Detection system historically followed a sliding-window approach where the system would check each part of the image and try to classify it. In order to deal with different siyes of objects this process had to be repeated several times in order to detect the objects of interest. This means a lot of classification effort as there are a lot of potential places where an object could be placed.
These limitations prevented real-time applications of detection systems.
In 2014, Girshick et al. proposed a faster approach replacing the sliding window generator for regions of interest by a selective search based one. This approach reduced the number of candidates to consider dramatically and speeded up the process. They named their aproach RCNN.
Even though this approach is already faster than the previous sliding window approach it still suffers from having to classify several hundreds of candidates. This is why even faster approaches such as Fast-RCNN or YOLO have been invented. In these approaches a single neural network detects and classifies objects. A blog post explaining the differences can be found here.
As my NVIDIA Jetson Nano 2GB was not able to run a YOLO v3 implementation due to storage constraints, I decided to follow the RCNN approach to build a traffic sign detection system. It required training a multiclass classifier based on an CNN to assign classes (either the traffic sign or background) to each candidate only which could be easily done, as there already exists a dataset for traffic sign recognition: https://www.kaggle.com/meowmeowmeowmeowmeow/gtsrb-german-traffic-sign.
The dataset consists of images of more than 40 different traffic signs. However for my approach it was lacking a background class. As not every candidate will contain traffic signs (due to the nature of the selective search algorithm used, which segments images based on the pixel colors to identify objects, see Blog post on Selective Search), the classifier requires some negative examples to not be too eager to classify each candidate as a traffic sign.

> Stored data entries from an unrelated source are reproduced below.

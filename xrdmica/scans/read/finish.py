"""Checks that every scan has to pass, whatever file it came from, and the decisions that are told as notes."""

from __future__ import annotations

from dataclasses import replace
from types import MappingProxyType

import numpy as np
from numpy.typing import NDArray

from xrdmica.errors import ScanError
from xrdmica.radiation import Radiation
from xrdmica.scans.read.raw import RawScan
from xrdmica.scans.scan import MINIMUM_POINTS, Mount, RadiationOrigin, Scan
from xrdmica.scans.treatment import Treatment

__all__ = ["finish"]

_AGAIN = "export the scan again as it was measured"
_LARGEST_COUNT = 1e12
_REPEAT_SHARE = 0.01  # of the points: more repeats come from angles with too few decimals
_REPEAT_SIGMA = 4.0


def finish(
    raw: RawScan,
    source: str,
    *,
    radiation: Radiation | None,
    radiation_origin: RadiationOrigin,
    mount: Mount,
    treatment: Treatment,
) -> Scan:
    """Check the columns of a file and turn them into a Scan.

    Parameters
    ----------
    raw : RawScan
        From a reader.
    source : str
        File, for messages and for the Scan.
    radiation : Radiation or None
        Tube from an option or the sheet; None to use the header.
    radiation_origin : str
        Where `radiation` comes from.
    mount, treatment
        State of the specimen.

    Raises
    ------
    ScanError
        If the columns are no scan.
    """
    raw = _finite(raw, source)
    if raw.two_theta.size < MINIMUM_POINTS:
        raise ScanError(
            f"{source}: only {raw.two_theta.size} points",
            fix=f"export the whole scan, at least {MINIMUM_POINTS} points",
        )
    raw = _rising(raw, source)
    raw = _inside(raw, source)
    _check_counts(raw, source)
    raw = _without_blind_ends(raw)
    if raw.two_theta.size < MINIMUM_POINTS:
        raise ScanError(f"{source}: only {raw.two_theta.size} points hold counts", fix=_AGAIN)
    if np.ptp(raw.intensity) == 0:
        raise ScanError(f"{source}: every point has the same intensity, {raw.intensity[0]:g}", fix=_AGAIN)
    counts, sigma, notes = _statistics(raw, source)
    tube, origin, tube_notes = _tube(raw, source, radiation, radiation_origin)
    return Scan(
        raw.two_theta.copy(), counts, sigma, tube, origin, source, mount, treatment,
        (*raw.notes, *notes, *tube_notes), MappingProxyType(dict(raw.metadata)),
    )  # fmt: skip


def _finite(raw: RawScan, source: str) -> RawScan:
    columns = [raw.two_theta, raw.intensity, *([] if raw.sigma is None else [raw.sigma])]
    bad = ~np.all(np.isfinite(columns), axis=0)
    if bad.any():
        raise ScanError(
            f"{source}, {raw.place(int(np.argmax(bad)))}: a value is not a finite number",
            fix="remove the points that were not measured or export the scan again",
        )
    return raw


def _rising(raw: RawScan, source: str) -> RawScan:
    """Sort a scan that was recorded downwards; refuse every other disorder."""
    steps = np.diff(raw.two_theta)
    if np.all(steps < 0):
        return raw.points(slice(None, None, -1)).noted("the angles fall in the file, the scan was turned round")
    bad = steps <= 0
    if not bad.any():
        return raw
    merged = _merged(raw, steps)
    if merged is not None:
        return merged
    at = int(np.argmax(bad)) + 1
    where = f"{source}, {raw.place(at)}"
    if steps[at - 1] == 0:
        raise ScanError(
            f"{where}: the angle {raw.two_theta[at]:g} stands twice",
            fix="export with more decimals or remove the repeat",
        )
    if bad.sum() <= 10:
        raise ScanError(
            f"{where}: the angle goes back from {raw.two_theta[at - 1]:g} to {raw.two_theta[at]:g}",
            why="the file seems to hold several scans or overlapping ranges one below the other",
            fix="write one file per scan",
        )
    raise ScanError(f"{where}: the angles do not rise", fix="export the scan sorted by two-theta")


def _merged(raw: RawScan, steps: NDArray[np.float64]) -> RawScan | None:
    """The scan with repeated angles merged, when that loses nothing; None when it would.

    Harmless are rows that stand twice word for word, and the few points at which two ranges of one scan meet, when their
    counts agree within chance.
    """
    again = np.flatnonzero(steps == 0) + 1
    if np.any(steps < 0) or (again.size > 1 and np.any(np.diff(again) == 1)):
        return None
    first, second = raw.intensity[again - 1], raw.intensity[again]
    same = bool(np.all(first == second))
    few = again.size <= max(1.0, _REPEAT_SHARE * steps.size)
    near = np.abs(first - second) <= _REPEAT_SIGMA * np.sqrt(np.maximum(first + second, 1.0))
    if not same and not (few and near.all()):
        return None
    intensity = raw.intensity.copy()
    intensity[again - 1] = (first + second) / 2
    keep = np.ones(intensity.size, dtype=bool)
    keep[again] = False
    how = "the same row" if same else "with counts that agree; their mean was taken"
    words = f"{again.size} angle(s) stood twice, {how}; the first is {raw.two_theta[again[0]]:g} ({raw.place(int(again[0]))})"
    return replace(raw, intensity=intensity).points(keep).noted(words)


def _inside(raw: RawScan, source: str) -> RawScan:
    """Angles between 0 and 180 degrees, in degrees."""
    angles = raw.two_theta
    span, step = float(np.ptp(angles)), float(np.median(np.diff(angles)))
    if angles[-1] >= 180 or angles[0] < -10:
        at = angles.size - 1 if angles[-1] >= 180 else 0
        raise ScanError(
            f"{source}, {raw.place(at)}: {angles[at]:g} is no two-theta in degrees",
            fix="the first column must be two-theta between 0 and 180 degrees",
        )
    if angles[-1] < 3.2 and step < 0.01:
        raise ScanError(
            f"{source}: the angles end at {angles[-1]:.4g} with steps of {step:.2g}, which looks like radians",
            fix="export two-theta in degrees or add the option --axis radians",
        )
    keep = angles > 0
    if not keep.all():
        raw = raw.points(keep).noted(f"{int((~keep).sum())} points at or below 0 degrees were left out")
    if span < 1.0:
        raise ScanError(f"{source}: the scan covers only {span:.3g} degrees", fix="export the whole scan")
    return raw


def _check_counts(raw: RawScan, source: str) -> None:
    for column, word in ((raw.intensity, "intensity"), (raw.sigma, "standard error")):
        if column is None:
            continue
        if np.any(column < 0):
            at = int(np.argmax(column < 0))
            raise ScanError(
                f"{source}, {raw.place(at)}: the {word} is negative, {column[at]:g}",
                fix="export raw counts, before any background was taken off",
            )
        if np.any(column > _LARGEST_COUNT):
            at = int(np.argmax(column > _LARGEST_COUNT))
            raise ScanError(f"{source}, {raw.place(at)}: the {word} {column[at]:.3g} is impossibly large", fix=_AGAIN)


def _without_blind_ends(raw: RawScan) -> RawScan:
    """Cut runs of zeros before and after the window that the detector saw.

    A run counts as blind only when the counts beside it are so high that zeros cannot be chance.
    """
    filled = np.flatnonzero(raw.intensity > 0)
    if filled.size == 0:
        return raw
    n = raw.intensity.size
    first, last = int(filled[0]), int(filled[-1]) + 1
    near = 20
    low = first if first >= 3 and np.mean(raw.intensity[first : first + near]) > 10 else 0
    high = last if n - last >= 3 and np.mean(raw.intensity[max(0, last - near) : last]) > 10 else n
    if low == 0 and high == n:
        return raw
    return raw.points(slice(low, high)).noted(
        f"{low + n - high} points with zero counts outside the measured window were cut, "
        f"{raw.two_theta[low]:.2f} to {raw.two_theta[high - 1]:.2f} degrees remain"
    )


def _statistics(raw: RawScan, source: str) -> tuple[NDArray[np.float64], NDArray[np.float64], list[str]]:
    """Counts and their standard errors."""
    counts = raw.intensity.astype(float).copy()
    notes = []
    factor = 1.0
    if raw.unit == "counts per second":
        if raw.seconds is None:
            notes.append(
                "intensities are counts per second and the counting time is not known, "
                "so they are treated as if each point had been counted for 1 s"
            )
        else:
            factor = raw.seconds
            notes.append(f"counts per second were multiplied by the counting time of {factor:g} s per step")
    elif raw.unit == "unknown" and raw.sigma is None and np.max(counts) < 30 and np.any(counts != np.round(counts)):
        notes.append("intensities are small and not whole numbers: they may be scaled, and errors are then too large")
    counts *= factor
    if raw.sigma is None:
        return counts, np.sqrt(np.maximum(counts, 1.0)), notes
    sigma = raw.sigma * factor
    empty = sigma <= 0
    if empty.all():
        raise ScanError(f"{source}: every standard error is zero", fix="leave out the column of errors")
    if empty.any():
        sigma = np.where(empty, float(np.min(sigma[~empty])), sigma)
        notes.append(f"{int(empty.sum())} standard errors of zero were replaced by the smallest one in the file")
    return counts, sigma, notes


def _tube(
    raw: RawScan, source: str, given: Radiation | None, origin: RadiationOrigin
) -> tuple[Radiation, RadiationOrigin, list[str]]:
    """Option or sheet before header before an assumption that is told."""
    if given is not None:
        said = raw.radiation
        if said is not None and abs(said.mean_wavelength - given.mean_wavelength) > 0.01:
            return given, origin, [f"radiation {given.name} was used as asked, although the file names {said.name}"]
        return given, origin, []
    if raw.radiation_conflict is not None:
        raise ScanError(
            f"{source}: {raw.radiation_conflict}",
            fix="say which is right with the option --radiation or in the sample sheet",
        )
    if raw.radiation is not None:
        return raw.radiation, "file header", []
    note = "the file does not name the radiation: Cu K-alpha was assumed, all spacings depend on it"
    return Radiation.tube("Cu"), "assumed", [note]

However, the data set suffers from severe class imbalances:
The range of images per class ranges from ~250 to 2300. This needs to be kept in mind when training the classifier.
To deal with this imbalance I have used several data augmentation steps to train the CNN:
I could not use random flips of images, as these would change the images (e.g a left-pointing arrow would suddenly become a right-pointing one, but they do not represent the same class of images)
During training the model achieved ~85% accuracy (same on the validation set)
On the test set, the model achieved 97% accuracy with an F1 score of 0.97, meaning it has a decent recall and precision. However when looking at the confusion matrix, it becomes eminent that the model struggles detecting background (less than 50% correct - likely due to the low prepresentation and large variety in the background class), and confuses class 30 with class 29 (two warning signs, one for cyclists the other for snow).
Based on the classifier, I continued implementing the RCNN to detect traffic signs. Using Open CVs Selective Search algorithm and a non-maximum-suppression algorithm to aggregate overlapping candidates representing the same class.
At the end I had a system that detects traffic signs in images:
It is still a bit rough and requires more fine tuning: e.g the confidence threshold for the classifier, the overlap ratio for the non-maximum-suppression, but it works surprisingly well. The system correctly identified the stop sign and the arrow pointing forward. It also captured enough information during training the detect two different types of the arrow pointingforward: a round sign and a rectangular one.
However this system is far from being usable in real-time: the total time needed on my NVIDIA Jetson Nano 2GB, was 87 second. 96% of that time was spent on the selective search for candidate regions.
As stated before other approaches such as Faster RCNN or YOLO v3 avoid the candidate generation step, but I decided to stick with the simpler approach as it was easier to train the classifier. There are a few option to try to improve the runtime, e.g resizing the input image, but they usually come at cost of detection quality.
The Jupyter notebook of the project can be found on Github: Traffic Sign Detection via RCNN, thank you for following me on my journey to build an object detection system for traffic signs. 🤓